# WORK INSTRUCTIONS:
Your answer should be the lines below from the one with "Confidence level [-]." to the one with "probability (l +", both included, given again exactly and with nothing added.

-- -- --

def sobol_analyze(
    dists: Sequence[Distribution],
    Y: np.ndarray,
    n_base: int,
    rng: np.random.Generator,
    num_resamples: int = 200,
    conf_level: float = 0.95,
    corr: np.ndarray | None = None,
    output: str = "output",
) -> SobolResult:
    """First-order and total Sobol indices from the outputs of a :func:`sobol_sample` design.

    Parameters
    ----------
    dists : sequence of Distribution
        The same inputs, in the same order, as given to :func:`sobol_sample`.
    Y : numpy.ndarray
        Shape (n_runs,) model outputs, one per row of the design.
    n_base : int
        The ``n_base`` given to :func:`sobol_sample` (rounded up the same way).
    rng : numpy.random.Generator
        A nonzero seed for the bootstrap is drawn from it.
    num_resamples : int, optional
        Bootstrap resamples for the confidence intervals.
    conf_level : float, optional
        Confidence level in (0, 1) [-].
    corr : numpy.ndarray, optional
        Shape (d, d) rank correlation used elsewhere in the study; when it has nonzero
        off-diagonal entries a warning names the correlated pairs and whether they share a
        group.
    output : str, optional
        Name of the output, kept in the result.

    Returns
    -------
    SobolResult

    Raises
    ------
    ValueError
        ``Y`` of the wrong shape, with a non-finite value (names the first bad run index), or
        constant (indices undefined).

    Notes
    -----
    With A, B the two base matrices and A_B^i A with column (or group) i from B, SALib
    estimates S1_i = mean(f(B) (f(A_B^i) - f(A))) / V (Saltelli et al. 2010) and
    ST_i = mean((f(A) - f(A_B^i))^2) / (2 V) (Jansen 1999), V the output variance, with
    bootstrap confidence intervals (half-width = z * bootstrap standard deviation). The first
    N/2 base samples of a scrambled Sobol sequence are themselves a balanced set, so indices
    are recomputed on them to check that the ranking by ST is settled.

    References
    ----------
    .. [1] Saltelli, A., Annoni, P., Azzini, I., Campolongo, F., Ratto, M., Tarantola, S.
       (2010). Variance based sensitivity analysis of model output. Design and estimator for
       the total sensitivity index. Computer Physics Communications 181(2), 259-270.
    .. [2] Jansen, M. J. W. (1999). Analysis of variance designs for model output. Computer
       Physics Communications 117(1-2), 35-43.
    .. [3] Sobol', I. M. (2001). Global sensitivity indices for nonlinear mathematical models
       and their Monte Carlo estimates. Mathematics and Computers in Simulation 55, 271-280.
    """
    check_count("n_base", n_base, 2)
    if not 0.0 < conf_level < 1.0:
        raise ValueError(f"conf_level = {conf_level!r}: expected a number in (0, 1)")
    check_count("num_resamples", num_resamples, 2)
    problem = sobol_problem(dists)
    factors = _factors(problem)
    n = round_up_power_of_two(n_base)
    y = np.asarray(Y, dtype=float)
    expected = n * (len(factors) + 2)
    if y.shape != (expected,):
        raise ValueError(
            f"Y has shape {y.shape}: expected ({expected},) = N {n} x ({len(factors)} factors + 2)"
        )
    _check_finite(y)
    if np.ptp(y) == 0.0:
        raise ValueError(f"Y is constant ({y[0]!r}): Sobol indices are undefined")

    seed = seed_from(rng)
    rows = _sobol_rows(problem, y, n, num_resamples, conf_level, seed)
    warnings: list[str] = []
    for row in rows:
        parts = [
            f"{key} = {row[key]:.3g} +/- {row[key + '_conf']:.2g}"
            for key in ("S1", "ST")
            if row[f"{key}_wide"] and not row[f"{key}_includes_zero"]
        ]
        if parts:
            warnings.append(
                f"{output}: wide interval for {row['input']} ({'; '.join(parts)}): half-width "
                f"above {WIDE_FRACTION:.0%} of the index; increase n_base"
            )

    rows_half: list[dict] = []
    if n >= MIN_BASE_FOR_HALF_CHECK and np.ptp(y[: (n // 2) * (len(factors) + 2)]) > 0.0:
        rows_half = _sobol_rows(problem, y, n // 2, num_resamples, conf_level, seed)
        keep = {r["input"] for r in rows if not r["ST_includes_zero"]}
        full_rank, half_rank = _ranking(rows, keep), _ranking(rows_half, keep)
        if full_rank != half_rank:
            warnings.append(
                f"{output}: ranking by ST changes between N = {n // 2} ({', '.join(half_rank)}) "
                f"and N = {n} ({', '.join(full_rank)}): not settled; increase n_base"
            )

    pairs = _correlated_pairs(dists, corr)
    if pairs:
        group_of = {d.name: (d.group or d.name) for d in dists}
        split = [
            f"{dists[i].name} ~ {dists[j].name} ({rho:+.2g})"
            for i, j, rho in pairs
            if group_of[dists[i].name] != group_of[dists[j].name]
        ]
        tail = (
            f"correlated inputs analysed as independent: {', '.join(split)}; put each "
            "correlated set in one group"
            if split
            else "all correlated inputs share a group, whose index is read jointly"
        )
        warnings.append(
            f"{output}: Sobol indices assume independent inputs and the design samples the "
            f"inputs independently; {tail}"
        )

    method = (
        f"Sobol first-order (S1) and total (ST) indices, Saltelli et al. (2010) design and "
        f"estimators via SALib {version('SALib')}; scrambled Sobol sequence, N = {n} base "
        f"samples, {expected} runs; bootstrap with {num_resamples} resamples at "
        f"{conf_level:g} confidence"
    )
    return SobolResult(
        rows=rows,
        warnings=warnings,
        method=method,
        output=output,
        base_samples=n,
        n_runs=expected,
        conf_level=float(conf_level),
        num_resamples=int(num_resamples),
        rows_half=rows_half,
    )


# -- Morris -----------------------------------------------------------------------------------
def morris_screen(
    dists: Sequence[Distribution],
    f: Callable[[np.ndarray], np.ndarray],
    n_trajectories: int,
    rng: np.random.Generator,
    num_levels: int = 4,
    num_resamples: int = 1000,
    conf_level: float = 0.95,
) -> list[dict]:
    """Morris elementary-effects screening.

    Parameters
    ----------
    dists : sequence of Distribution
        The d uncertain inputs (groups are moved together when given).
    f : callable
        ``f(X) -> Y`` with X of shape (n_runs, d) [units of the inputs] and Y of shape
        (n_runs,); called once with all n_trajectories (k + 1) rows.
    n_trajectories : int
        Number of trajectories r (>= 2; 10 to 50 is usual).
    rng : numpy.random.Generator
        Seeds for the design and the bootstrap are drawn from it.
    num_levels : int, optional
        Even number p of grid levels.
    num_resamples : int, optional
        Bootstrap resamples for ``mu_star_conf``.
    conf_level : float, optional
        Confidence level [-].

    Returns
    -------
    list of dict
        One row per factor, sorted by ``mu_star`` (largest first): ``input``, ``mu``,
        ``mu_star``, ``mu_star_conf``, ``sigma`` [output unit per grid jump Delta].

    Notes
    -----
    The grid lives in quantile space: level l/(p-1), l = 0..p-1, is mapped to the
    probability (l + 1/2)/p, the midpoint of the l-th of p equiprobable strata, so unbounded
    distributions stay finite. SALib's jump Delta = p/(2(p-1)) on the grid is thus a move of
    half the probability range; effects are in output units per Delta and comparable across
    inputs. mu_star ranks importance (Campolongo et al. 2007); sigma large against mu_star
    signals interaction or non-linearity.

    References
    ----------
    .. [1] Morris, M. D. (1991). Factorial sampling plans for preliminary computational
       experiments. Technometrics 33(2), 161-174.
    .. [2] Campolongo, F., Cariboni, J., Saltelli, A. (2007). An effective screening design
       for sensitivity analysis of large models. Environmental Modelling & Software 22(10),
       1509-1518.
    """
    check_count("n_trajectories", n_trajectories, 2)
    if check_count("num_levels", num_levels, 2) % 2:
        raise ValueError(f"num_levels = {num_levels!r}: expected an even integer >= 2")
    problem = sobol_problem(dists)
    from SALib.analyze import morris as morris_analyze
    from SALib.sample import morris as morris_sample

    grid = morris_sample.sample(
        problem, int(n_trajectories), num_levels=int(num_levels), seed=seed_from(rng)
    )
    probs = (0.5 + grid * (num_levels - 1)) / num_levels
    y = _evaluate(f, uniforms_to_values(dists, probs))
    si = morris_analyze.analyze(
        problem,
        grid,
        y,
        num_resamples=int(num_resamples),
        conf_level=conf_level,
        num_levels=int(num_levels),
        seed=seed_from(rng),
    )
    rows = [
        {
            "input": str(si["names"][k]),
            "mu": float(si["mu"][k]),
            "mu_star": float(si["mu_star"][k]),
            "mu_star_conf": float(si["mu_star_conf"][k]),
            "sigma": float(si["sigma"][k]),
        }
        for k in range(len(si["names"]))
    ]
    return sorted(rows, key=lambda r: -r["mu_star"])


# -- tornado ----------------------------------------------------------------------------------
def tornado(
    dists: Sequence[Distribution],
    f: Callable[[np.ndarray], np.ndarray],
    base_values: Mapping[str, float] | np.ndarray,
    lo_q: float = 0.10,
    hi_q: float = 0.90,
) -> list[dict]:
    """One-at-a-time swings of the output between two percentiles of each input.

    Parameters
    ----------
    dists : sequence of Distribution
        The d uncertain inputs.
    f : callable
        ``f(X) -> Y``, X of shape (2d + 1, d), Y of shape (2d + 1,); called once. Row 0 is the
        base case; rows 2i + 1 and 2i + 2 move input i to its ``lo_q`` and ``hi_q`` percentile.
    base_values : mapping or numpy.ndarray
        Base value of each input, by name, or as an array of shape (d,) [units of the inputs].
    lo_q, hi_q : float, optional
        Probabilities with 0 < lo_q < hi_q < 1 [-].

    Returns
    -------
    list of dict
        ``input``, ``low_value``, ``high_value`` (the input at lo_q / hi_q), ``y_low``,
        ``y_high``, ``y_base`` and ``swing`` = |y_high - y_low| [output unit], sorted by swing
        (largest first).
    """
    if not 0.0 < lo_q < hi_q < 1.0:
        raise ValueError(f"lo_q, hi_q = {lo_q!r}, {hi_q!r}: expected 0 < lo_q < hi_q < 1")
    names = [d.name for d in dists]
    if isinstance(base_values, Mapping):
        missing = [n for n in names if n not in base_values]
        extra = [k for k in base_values if k not in names]
        if missing or extra:
            raise ValueError(
                f"base_values: missing {missing}, unexpected {extra}: expected exactly {names}"
            )
        base = np.array([float(base_values[n]) for n in names])
    else:
        base = np.asarray(base_values, dtype=float)
        if base.shape != (len(names),):
            raise ValueError(f"base_values shape {base.shape}: expected ({len(names)},)")
    d = len(names)
    x = np.tile(base, (2 * d + 1, 1))
    lows = np.array([dist.percentile(lo_q) for dist in dists])
    highs = np.array([dist.percentile(hi_q) for dist in dists])
    x[1 + 2 * np.arange(d), np.arange(d)] = lows
    x[2 + 2 * np.arange(d), np.arange(d)] = highs
    y = _evaluate(f, x)
    rows = [
        {
            "input": names[i],
            "low_value": float(lows[i]),
            "high_value": float(highs[i]),
            "y_low": float(y[1 + 2 * i]),
            "y_high": float(y[2 + 2 * i]),
            "y_base": float(y[0]),
            "swing": float(abs(y[2 + 2 * i] - y[1 + 2 * i])),
        }
        for i in range(d)
    ]
    return sorted(rows, key=lambda r: -r["swing"])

-- -- --

# EXERCISE RESPONSE:
        Confidence level [-].

    Returns
    -------
    list of dict
        One row per factor, sorted by ``mu_star`` (largest first): ``input``, ``mu``,
        ``mu_star``, ``mu_star_conf``, ``sigma`` [output unit per grid jump Delta].

    Notes
    -----
    The grid lives in quantile space: level l/(p-1), l = 0..p-1, is mapped to the
    probability (l + 1/2)/p, the midpoint of the l-th of p equiprobable strata, so unbounded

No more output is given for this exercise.